From the entries below, pull out each line where "side" appears.

Records provided START

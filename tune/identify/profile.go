package identify

import "math"

// profileDeadTime returns the 95 % interval of the dead time from the profile of
// the sum of squares: where the best fit with the dead time held there is worse
// by more than chance allows. The response has a kink at the dead time, and the
// interval from the curvature at the best fit alone is too narrow when few
// samples lie near it. widening is the ratio of the corrected to the white
// variance of the dead time.
//
// Reference: D. M. Bates, D. G. Watts, Nonlinear Regression Analysis and Its
// Applications, Wiley 1988, chapter 6 (from memory).
func (e *estimate) profileDeadTime(set Settings, widening float64) (ci [2]float64, ok bool) {
	k := len(e.params) - 1
	best := e.params[k]
	variance := e.cost / float64(max(e.dof, 1)) * widening
	if !(variance > 0) {
		return ci, false
	}
	goal := quantile95(e.effectiveDOF())
	base, ok := e.costAt(best, set)
	if !ok {
		return ci, false
	}
	sd := math.Sqrt(e.cov[len(e.cov)-1])
	if !(sd > 0) {
		h, _ := e.proj.extent()
		sd = h / 2
	}
	// distance is the signed root of the worsening in standard deviations, nearly
	// a straight line in the dead time.
	distance := func(dead float64) (float64, bool) {
		c, ok := e.costAt(dead, set)
		return math.Sqrt(math.Max(c-base, 0) / variance), ok
	}
	for side, sign := range []float64{-1, 1} {
		edge, found := profileEdge(distance, best, sign, sd*goal, goal, set.Lower[k], set.Upper[k])
		if !found {
			return ci, false
		}
		ci[side] = edge
	}
	return ci, true
}

// profileEdge finds where distance reaches goal on one side of best: first a
// bracket, then false position.
func profileEdge(distance func(float64) (float64, bool), best, sign, reach, goal, low, high float64) (float64, bool) {
	clamp := func(v float64) float64 { return math.Min(math.Max(v, low), high) }
	in, inD := best, 0.0
	out, outD := clamp(best+sign*reach), 0.0
	for n := 0; ; n++ {
		d, ok := distance(out)
		if !ok || n > 30 {
			return 0, false
		}
		outD = d
		if d >= goal {
			break
		}
		if out == low || out == high {
			return out, true
		}
		in, inD = out, d
		step := reach
		if d > 0.2*goal { // aim a little beyond where the line through the origin meets the goal
			step = math.Min(1.1*math.Abs(out-best)*(goal/d-1)+0.05*reach, 2*reach)
		}
		out = clamp(out + sign*step)
	}
	for n := 0; n < 12 && outD-goal > 0.01*goal && math.Abs(out-in) > 0.01*math.Abs(out-best); n++ {
		mid := in + (out-in)*(goal-inD)/(outD-inD)
		d, ok := distance(mid)
		if !ok {
			return 0, false
		}
		if d < goal {
			if goal-d <= 0.01*goal {
				return mid, true
			}
			in, inD = mid, d
		} else {
			out, outD = mid, d
		}
	}
	return in + (out-in)*(goal-inD)/(outD-inD), true
}

// costAt is the least sum of squares with the dead time held.
func (e *estimate) costAt(dead float64, set Settings) (float64, bool) {
	k := len(e.params) - 1
	held := set
	held.Lower = append([]float64(nil), set.Lower...)
	held.Upper = append([]float64(nil), set.Upper...)
	held.Lower[k], held.Upper[k] = dead, dead
	held.StepMax, held.CostTol, held.ParamTol = 15, 1e-6, 1e-5
	x := append([]float64(nil), e.params...)
	x[k] = dead
	sol, err := Solve(e.proj, x, held)
	if err != nil {
		return 0, false
	}
	return sol.Point.Cost, true
}
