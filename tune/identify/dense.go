package identify

import "math"

// triangularise reduces the rows×cols matrix a (row by row) to upper triangular
// form by Householder reflections and applies them to rhs (nil or rows long).
func triangularise(a []float64, rows, cols int, rhs []float64) {
	for c := 0; c < cols && c < rows; c++ {
		norm := 0.0
		for i := c; i < rows; i++ {
			norm = math.Hypot(norm, a[i*cols+c])
		}
		if norm == 0 {
			continue
		}
		if a[c*cols+c] > 0 {
			norm = -norm
		}
		// v = column − norm·e1, kept in place; vᵀv = −2·norm·v1.
		v1 := a[c*cols+c] - norm
		a[c*cols+c] = v1
		beta := -1 / (norm * v1)
		for j := c + 1; j < cols; j++ {
			dot := 0.0
			for i := c; i < rows; i++ {
				dot += a[i*cols+c] * a[i*cols+j]
			}
			dot *= beta
			for i := c; i < rows; i++ {
				a[i*cols+j] -= dot * a[i*cols+c]
			}
		}
		if rhs != nil {
			dot := 0.0
			for i := c; i < rows; i++ {
				dot += a[i*cols+c] * rhs[i]
			}
			dot *= beta
			for i := c; i < rows; i++ {
				rhs[i] -= dot * a[i*cols+c]
			}
		}
		a[c*cols+c] = norm
		for i := c + 1; i < rows; i++ {
			a[i*cols+c] = 0
		}
	}
}

// backSubstitute solves R·x = b for the leading k×k upper triangle of a matrix
// with the given row stride. It returns false where R is singular.
func backSubstitute(r []float64, stride, k int, b, x []float64) bool {
	for i := k - 1; i >= 0; i-- {
		s := b[i]
		for j := i + 1; j < k; j++ {
			s -= r[i*stride+j] * x[j]
		}
		if r[i*stride+i] == 0 {
			return false
		}
		x[i] = s / r[i*stride+i]
	}
	return true
}

// cholesky factors the symmetric n×n matrix a in place into RᵀR with R in the
// upper triangle. A pivot that rounding has made smaller than tiny times its
// diagonal entry is replaced by a very large one, which takes that column out of
// the solution; dropped counts them.
func cholesky(a []float64, n int) (dropped int) {
	const tiny = 1e-14
	for i := 0; i < n; i++ {
		d := a[i*n+i]
		for k := 0; k < i; k++ {
			d -= a[k*n+i] * a[k*n+i]
		}
		if !(d > tiny*a[i*n+i]) {
			a[i*n+i] = math.Inf(1)
			for j := i + 1; j < n; j++ {
				a[i*n+j] = 0
			}
			dropped++
			continue
		}
		root := math.Sqrt(d)
		a[i*n+i] = root
		for j := i + 1; j < n; j++ {
			s := a[i*n+j]
			for k := 0; k < i; k++ {
				s -= a[k*n+i] * a[k*n+j]
			}
			a[i*n+j] = s / root
		}
	}
	return dropped
}

// forwardSolve solves Rᵀ·x = b in place for a factor from cholesky.
func forwardSolve(r []float64, n int, b []float64) {
	for i := 0; i < n; i++ {
		s := b[i]
		for k := 0; k < i; k++ {
			s -= r[k*n+i] * b[k]
		}
		b[i] = s / r[i*n+i]
	}
}

// choleskySolve solves RᵀR·x = b in place.
func choleskySolve(r []float64, n int, b []float64) {
	forwardSolve(r, n, b)
	for i := n - 1; i >= 0; i-- {
		s := b[i]
		for j := i + 1; j < n; j++ {
			s -= r[i*n+j] * b[j]
		}
		b[i] = s / r[i*n+i]
	}
}

// choleskyInverse returns (RᵀR)⁻¹; rows and columns of dropped parameters are 0.
func choleskyInverse(r []float64, n int) []float64 {
	inv := make([]float64, n*n)
	e := make([]float64, n)
	for j := 0; j < n; j++ {
		clear(e)
		e[j] = 1
		choleskySolve(r, n, e)
		for i := 0; i < n; i++ {
			inv[i*n+j] = e[i]
		}
	}
	return inv
}
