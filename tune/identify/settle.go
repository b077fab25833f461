package identify

import (
	"math"
	"sort"

	"gainwright/tune/trace"
)

// Plateaus finds the runs of constant voltage in a trace that last at least dwell
// seconds and averages the second half of each. changeVolts is how much the
// voltage may wander within a run. The levels come in the order of time.
func Plateaus(tr *trace.Trace, dwell, changeVolts float64) []Level {
	var out []Level
	n := tr.Len()
	for from := 0; from < n; {
		to := from + 1
		for to < n && math.Abs(tr.Voltage[to]-tr.Voltage[from]) <= changeVolts {
			to++
		}
		if tr.Time[to-1]-tr.Time[from] >= dwell && to-from >= 8 {
			out = append(out, settle(tr, from, to))
		}
		from = to
	}
	return out
}

// settledShare is how much of its speed a level may still move over the averaged
// half and count as settled. Our choice.
const settledShare = 0.005

// settle averages the second half of samples [from, to) and compares the two
// quarters in it.
func settle(tr *trace.Trace, from, to int) Level {
	mid := (from + to) / 2
	var l Level
	var q [2][]float64
	for i := mid; i < to; i++ {
		if tr.At(i) != trace.Used {
			continue
		}
		l.Volts += tr.Voltage[i]
		l.Speed += tr.Speed[i]
		if tr.Current != nil {
			l.Current += tr.Current[i]
		}
		l.N++
		k := 0
		if i >= (mid+to)/2 {
			k = 1
		}
		q[k] = append(q[k], tr.Speed[i])
	}
	l.From, l.To = tr.Time[mid], tr.Time[to-1]
	if l.N == 0 {
		return l
	}
	n := float64(l.N)
	l.Volts, l.Speed, l.Current = l.Volts/n, l.Speed/n, l.Current/n
	all := append(append([]float64(nil), q[0]...), q[1]...)
	if l.N > 1 {
		l.SpeedSD = deviation(all) / math.Sqrt(n-1)
	}
	if len(q[0]) == 0 || len(q[1]) == 0 {
		return l
	}
	move := math.Abs(median(q[0]) - median(q[1]))
	l.Settled = move <= math.Max(settledShare*math.Abs(l.Speed), 4*l.SpeedSD/math.Sqrt(n))
	return l
}

func median(v []float64) float64 {
	s := append([]float64(nil), v...)
	sort.Float64s(s)
	if len(s)%2 == 1 {
		return s[len(s)/2]
	}
	return (s[len(s)/2-1] + s[len(s)/2]) / 2
}
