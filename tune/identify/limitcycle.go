package identify

import (
	"fmt"
	"math"
)

// Relay is what closes the loop: High while the speed rises, until it has come to
// Upper, then Low until it has come to Lower; both switch Delay late.
type Relay struct {
	High, Low    float64 // V
	Upper, Lower float64 // rad/s
	Delay        float64 // s, of the relay itself
}

// Plant is a gain with one or two real poles and a dead time: speed is
// Gain·(volts − Offset) when settled. Tau2 is 0 for one pole.
type Plant struct {
	Gain, Tau, Tau2, Dead float64
	Offset                float64 // V, of friction
}

// Cycle is a limit cycle: how long the relay is high and low, and what the speed
// does.
type Cycle struct {
	Up, Down       float64 // s
	Max, Min, Mean float64 // rad/s
}

// Period is one whole cycle in s.
func (c Cycle) Period() float64 { return c.Up + c.Down }

// periodic is the speed in the periodic state under a drive that is High for up
// seconds and Low for down, from the instant at which the high level reaches the
// lags: each lag's state follows in closed form from being equal a period apart.
//
//	x(0) = [H·(1−a)·b + L·(1−b)]/(1−ab)  with a = e^(−up/T), b = e^(−down/T)
//
// Two real poles are T1/(T1−T2) times one lag less T2/(T1−T2) times the other.
func (p Plant) periodic(r Relay, up, down, t float64) float64 {
	period := up + down
	t -= period * math.Floor(t/period)
	one := func(tau float64) float64 {
		h, l := r.High-p.Offset, r.Low-p.Offset
		a, b := math.Exp(-up/tau), math.Exp(-down/tau)
		x0 := (h*(1-a)*b + l*(1-b)) / (1 - a*b)
		if t < up {
			return h + (x0-h)*math.Exp(-t/tau)
		}
		x1 := h + (x0-h)*a
		return l + (x1-l)*math.Exp(-(t-up)/tau)
	}
	if p.Tau2 == 0 {
		return p.Gain * one(p.Tau)
	}
	if p.Tau == p.Tau2 {
		p.Tau2 *= 1 - 1e-6
	}
	return p.Gain * (p.Tau*one(p.Tau) - p.Tau2*one(p.Tau2)) / (p.Tau - p.Tau2)
}

// LimitCycle solves the exact equations of the limit cycle: the speed passes Upper
// one total delay ahead of the end of the high part, and Lower one ahead of the end
// of the low part. Nothing is neglected, as the describing function does with all
// but the fundamental. The error wraps ErrData where the relay does not cycle.
func (p Plant) LimitCycle(r Relay) (Cycle, error) {
	delay := p.Dead + r.Delay
	top, bottom := p.Gain*(r.High-p.Offset), p.Gain*(r.Low-p.Offset)
	if !(top > r.Upper) || !(bottom < r.Lower) || r.Upper < r.Lower {
		return Cycle{}, fmt.Errorf("%w: the relay does not cycle: levels settle at %.4g and %.4g rad/s, thresholds are %.4g and %.4g", ErrData, bottom, top, r.Lower, r.Upper)
	}
	if delay == 0 && p.Tau2 == 0 && r.Upper == r.Lower {
		return Cycle{}, fmt.Errorf("%w: one lag without dead time or hysteresis switches without end", ErrData)
	}
	f := func(x [2]float64) [2]float64 {
		up, down := math.Exp(x[0]), math.Exp(x[1])
		return [2]float64{p.periodic(r, up, down, up-delay) - r.Upper, p.periodic(r, up, down, -delay) - r.Lower}
	}
	scale := (top - bottom) * 1e-12
	for _, start := range []float64{1, 3, 0.4, 10, 0.1} {
		first := math.Log(start * (delay + p.Tau2 + 0.3*p.Tau*((r.Upper-r.Lower)/(top-bottom))))
		x, ok := newton2(f, [2]float64{first, first}, scale)
		if !ok {
			continue
		}
		c := Cycle{Up: math.Exp(x[0]), Down: math.Exp(x[1])}
		// A cycle whose delay is longer than a part of it has switches outstanding
		// that the equations do not know.
		if c.Up < delay*(1-1e-9) && c.Down < delay*(1-1e-9) {
			continue
		}
		p.extremes(r, &c)
		return c, nil
	}
	return Cycle{}, fmt.Errorf("%w: the equations of the limit cycle were not solved", ErrData)
}

// extremes fills in what the speed does over a cycle.
func (p Plant) extremes(r Relay, c *Cycle) {
	const n = 2000
	c.Max, c.Min = math.Inf(-1), math.Inf(1)
	for i := range n {
		y := p.periodic(r, c.Up, c.Down, c.Period()*float64(i)/n)
		c.Max, c.Min = math.Max(c.Max, y), math.Min(c.Min, y)
	}
	for _, t := range []float64{0, c.Up} {
		y := p.periodic(r, c.Up, c.Down, t)
		c.Max, c.Min = math.Max(c.Max, y), math.Min(c.Min, y)
	}
	c.Mean = p.Gain * ((r.High*c.Up+r.Low*c.Down)/c.Period() - p.Offset)
}

// newton2 solves two equations with a damped Newton method.
func newton2(f func([2]float64) [2]float64, x [2]float64, tol float64) ([2]float64, bool) {
	size := func(v [2]float64) float64 { return math.Hypot(v[0], v[1]) }
	v := f(x)
	for range 200 {
		if size(v) <= tol {
			return x, true
		}
		const d = 1e-6
		fx, fy := f([2]float64{x[0] + d, x[1]}), f([2]float64{x[0], x[1] + d})
		a, b, c, e := (fx[0]-v[0])/d, (fy[0]-v[0])/d, (fx[1]-v[1])/d, (fy[1]-v[1])/d
		det := a*e - b*c
		if det == 0 || math.IsNaN(det) {
			return x, false
		}
		s := [2]float64{-(e*v[0] - b*v[1]) / det, -(a*v[1] - c*v[0]) / det}
		step := math.Min(1, 1/math.Max(math.Abs(s[0]), math.Abs(s[1])))
		better := false
		for range 30 {
			n := [2]float64{x[0] + step*s[0], x[1] + step*s[1]}
			if w := f(n); size(w) < size(v) {
				x, v, better = n, w, true
				break
			}
			step /= 2
		}
		if !better {
			return x, size(v) <= 1e3*tol
		}
	}
	return x, false
}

Records provided END

-- Problem solution --
	for side, sign := range []float64{-1, 1} {
		ci[side] = edge
// profileEdge finds where distance reaches goal on one side of best: first a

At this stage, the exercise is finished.